┌──

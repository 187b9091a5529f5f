package org.hazewright.transport;

import static org.junit.jupiter.api.Assertions.assertEquals;
import static org.junit.jupiter.api.Assertions.assertThrows;
import static org.junit.jupiter.api.Assertions.assertTrue;

import java.util.ArrayList;
import java.util.List;
import java.util.Random;
import java.util.function.DoubleUnaryOperator;
import org.hazewright.optics.Refusal;
import org.junit.jupiter.api.Test;
import org.junit.jupiter.params.ParameterizedTest;
import org.junit.jupiter.params.provider.CsvSource;
import org.junit.jupiter.params.provider.MethodSource;

/** What must hold between the steady, modulated and pulsed signals of one medium, whatever it is. */
class DiffusionPropertyTest {
    record Case(Medium medium, double outside, Double thickness, Convention convention, double rho, Side side) {
        Diffusion diffusion() {
            return new Diffusion(medium, outside, thickness, convention);
        }
    }

    static List<Case> cases() {
        Random random = new Random(6);
        List<Case> all = new ArrayList<>();
        for (int i = 0; i < 40; i++) {
            double musp = Math.exp(random.nextDouble() * 3 + 1);
            double mua = musp * Math.exp(-2 - 5 * random.nextDouble());
            double n = 1.3 + 0.3 * random.nextDouble();
            Double thickness = i % 2 == 0 ? null : (2 + 30 * random.nextDouble()) * 10 / musp;
            Convention c = new Convention(
                    Convention.Form.values()[i / 2 % 2],
                    Convention.DiffusionConstant.values()[i / 4 % 2],
                    Convention.SourceStrength.values()[i / 8 % 2],
                    Convention.Per.values()[i / 16 % 2]);
            Side side = i % 4 == 3 ? Side.TRANSMITTANCE : Side.REFLECTANCE;
            double rho = (0.5 + 25 * random.nextDouble()) * 10 / musp;
            all.add(new Case(new Medium(mua, musp, 0.8, n), i % 5 == 0 ? 1.5 : 1, thickness, c, rho, side));
        }
        return all;
    }

    /** Trapezoidal rule in ln t over 16 decades, which converges exponentially for these curves. */
    private static double integral(DoubleUnaryOperator f) {
        double sum = 0;
        for (double u = Math.log(1e-6); u < Math.log(1e10); u += 0.02)
            sum += f.applyAsDouble(Math.exp(u)) * Math.exp(u);
        return 0.02 * sum;
    }

    @ParameterizedTest
    @MethodSource("cases")
    void timeIntegralIsTheSteadySignal(Case c) {
        Diffusion d = c.diffusion();
        TimeSignal pulse = new TimeSignal(d);
        double steady = new SteadySignal(d).perMm2(c.rho, c.side);
        assertEquals(steady, integral(t -> pulse.perMm2PerPs(c.rho, t, c.side)), 1e-8 * steady);
    }

    @ParameterizedTest
    @MethodSource("cases")
    void transformOfThePulseIsTheModulatedSignal(Case c) {
        Diffusion d = c.diffusion();
        TimeSignal pulse = new TimeSignal(d);
        double megahertz = 250;
        double omega = 2 * Math.PI * 1e-6 * megahertz;
        double re = integral(t -> Math.cos(omega * t) * pulse.perMm2PerPs(c.rho, t, c.side));
        double im = integral(t -> Math.sin(omega * t) * pulse.perMm2PerPs(c.rho, t, c.side));
        FrequencySignal wave = new FrequencySignal(d, megahertz);
        double amplitude = Math.hypot(re, im);
        assertEquals(amplitude, wave.amplitudePerMm2(c.rho, c.side), 1e-7 * amplitude);
        double turns = (wave.phaseDeg(c.rho, c.side) - Math.toDegrees(Math.atan2(im, re))) / 360;
        assertEquals(Math.rint(turns), turns, 1e-7);
    }

    @ParameterizedTest
    @MethodSource("cases")
    void momentsAreThoseOfThePulse(Case c) {
        Diffusion d = c.diffusion();
        TimeSignal pulse = new TimeSignal(d);
        double s0 = integral(t -> pulse.perMm2PerPs(c.rho, t, c.side));
        double s1 = integral(t -> t * pulse.perMm2PerPs(c.rho, t, c.side));
        double mean = s1 / s0;
        double variance = integral(t -> (t - mean) * (t - mean) * pulse.perMm2PerPs(c.rho, t, c.side)) / s0;
        TimeMoments m = new TimeMoments(d, c.side);
        assertEquals(mean, m.meanPs(c.rho), 1e-7 * mean);
        assertEquals(variance, m.variancePs2(c.rho), 1e-6 * variance);
    }

    /** ∫ R(ρ) 2πρ dρ is the total; substitution ρ = exp(u). */
    @ParameterizedTest
    @MethodSource("cases")
    void surfaceIntegralIsTheTotal(Case c) {
        Diffusion d = c.diffusion();
        SteadySignal s = new SteadySignal(d);
        double sum = 0;
        for (double u = Math.log(1e-5); u < Math.log(1e4); u += 0.02) {
            double rho = Math.exp(u);
            sum += 0.02 * 2 * Math.PI * rho * rho * s.perMm2(rho, c.side);
        }
        double total = c.side == Side.REFLECTANCE ? d.totalReflectance() : d.totalTransmittance();
        assertEquals(total, sum, 2e-6 * total);
    }

    /** The two sums for one slab agree where they change over, for light and dark slabs. */
    @Test
    void imagesAndWavesMeet() {
        for (double mua : new double[] {0, 0.001, 0.1, 2}) {
            Diffusion d = new Diffusion(new Medium(mua, 10, 0.8, 1.4), 1, 12.0, Convention.DEFAULT);
            SteadySignal s = new SteadySignal(d);
            for (double share : new double[] {0.05, 0.5, 0.8, 2}) {
                double rho = share * d.extrapolatedThicknessMm();
                for (Side side : Side.values()) {
                    double below = s.perMm2(rho * (1 - 1e-9), side);
                    double above = s.perMm2(rho * (1 + 1e-9), side);
                    assertEquals(below, above, 2e-7 * below, mua + " " + share + " " + side);
                }
            }
        }
    }

    @Test
    void thickSlabIsSemiInfinite() {
        Medium m = new Medium(0.2, 10, 0.8, 1.4);
        Diffusion half = new Diffusion(m, 1);
        Diffusion slab = new Diffusion(m, 1, 200.0, Convention.DEFAULT);
        for (double rho : new double[] {1, 10, 40}) {
            double r = new SteadySignal(half).reflectancePerMm2(rho);
            assertEquals(r, new SteadySignal(slab).reflectancePerMm2(rho), 1e-9 * r);
        }
        assertEquals(half.totalReflectance(), slab.totalReflectance(), 1e-12);
    }

    /** Without absorption all light leaves a slab: the flux form conserves energy exactly. */
    @Test
    void withoutAbsorptionNothingIsLost() {
        Convention flux = new Convention(
                Convention.Form.FLUX,
                Convention.DiffusionConstant.WITH_ABSORPTION,
                Convention.SourceStrength.UNIT,
                Convention.Per.ENTERED);
        Diffusion slab = new Diffusion(new Medium(0, 10, 0.8, 1.4), 1, 15.0, flux);
        assertEquals(1, slab.totalReflectance() + slab.totalTransmittance(), 1e-12);
        assertEquals(1, new Diffusion(new Medium(0, 10, 0.8, 1.4), 1, null, flux).totalReflectance(), 1e-12);
    }

    /** The lag grows without jumps, through whole turns, in the open medium and through slabs. */
    @ParameterizedTest
    @CsvSource({"0, REFLECTANCE, 720", "12, REFLECTANCE, 360", "12, TRANSMITTANCE, 360", "30, TRANSMITTANCE, 720"})
    void phaseIsUnwrapped(double thick, Side side, double least) {
        Medium m = new Medium(0.1, 10, 0.8, 1.4);
        Diffusion d = new Diffusion(m, 1, thick == 0 ? null : (Double) thick, Convention.DEFAULT);
        double before = 0;
        for (double mhz = 10; mhz < 20_000; mhz *= 1.05) {
            double lag = new FrequencySignal(d, mhz).phaseDeg(40, side);
            assertTrue(lag > before && lag < before + 120, mhz + " MHz: " + before + " to " + lag);
            before = lag;
        }
        assertTrue(before > least);
    }

    @Test
    void smallFrequencyLagIsTheMeanTime() {
        Diffusion d = new Diffusion(new Medium(0.1, 10, 0.8, 1.4), 1);
        double lag = Math.toRadians(new FrequencySignal(d, 0.01).phaseDeg(25, Side.REFLECTANCE));
        double mean = new TimeMoments(d, Side.REFLECTANCE).meanPs(25);
        assertEquals(mean, lag / (2 * Math.PI * 1e-8), 1e-6 * mean);
    }

    @Test
    void varianceWithoutAbsorptionIsRefused() {
        TimeMoments m = new TimeMoments(new Diffusion(new Medium(0, 10, 0.8, 1.4), 1), Side.REFLECTANCE);
        assertTrue(m.meanPs(20) > 0);
        assertThrows(Refusal.class, () -> m.variancePs2(20));
    }

    /** Every factor of the convention does what its words say. */
    @Test
    void conventionsScale() {
        Medium m = new Medium(0.5, 10, 0.8, 1.4);
        Convention.Form f = Convention.Form.FLUX;
        Convention.DiffusionConstant c = Convention.DiffusionConstant.WITH_ABSORPTION;
        double unit = at(m, new Convention(f, c, Convention.SourceStrength.UNIT, Convention.Per.ENTERED));
        double albedo = at(m, new Convention(f, c, Convention.SourceStrength.ALBEDO, Convention.Per.ENTERED));
        double incident = at(m, new Convention(f, c, Convention.SourceStrength.UNIT, Convention.Per.INCIDENT));
        assertEquals(10 / 10.5, albedo / unit, 1e-12);
        assertEquals(1 - Math.pow(0.4 / 2.4, 2), incident / unit, 1e-12);
    }

    private static double at(Medium m, Convention c) {
        return new SteadySignal(new Diffusion(m, 1, null, c)).reflectancePerMm2(20);
    }
}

└──

● What needs to be done:
Could you write out exactly the lines above, starting at the first one and ending with the line that has "record Case(Medium medium, double"?

● Response area:
repository 187b9091a5529f5f
package org.hazewright.transport;

import static org.junit.jupiter.api.Assertions.assertEquals;
import static org.junit.jupiter.api.Assertions.assertThrows;
import static org.junit.jupiter.api.Assertions.assertTrue;

import java.util.ArrayList;
import java.util.List;
import java.util.Random;
import java.util.function.DoubleUnaryOperator;
import org.hazewright.optics.Refusal;
import org.junit.jupiter.api.Test;
import org.junit.jupiter.params.ParameterizedTest;
import org.junit.jupiter.params.provider.CsvSource;
import org.junit.jupiter.params.provider.MethodSource;

/** What must hold between the steady, modulated and pulsed signals of one medium, whatever it is. */
class DiffusionPropertyTest {
    record Case(Medium medium, double outside, Double thickness, Convention convention, double rho, Side side) {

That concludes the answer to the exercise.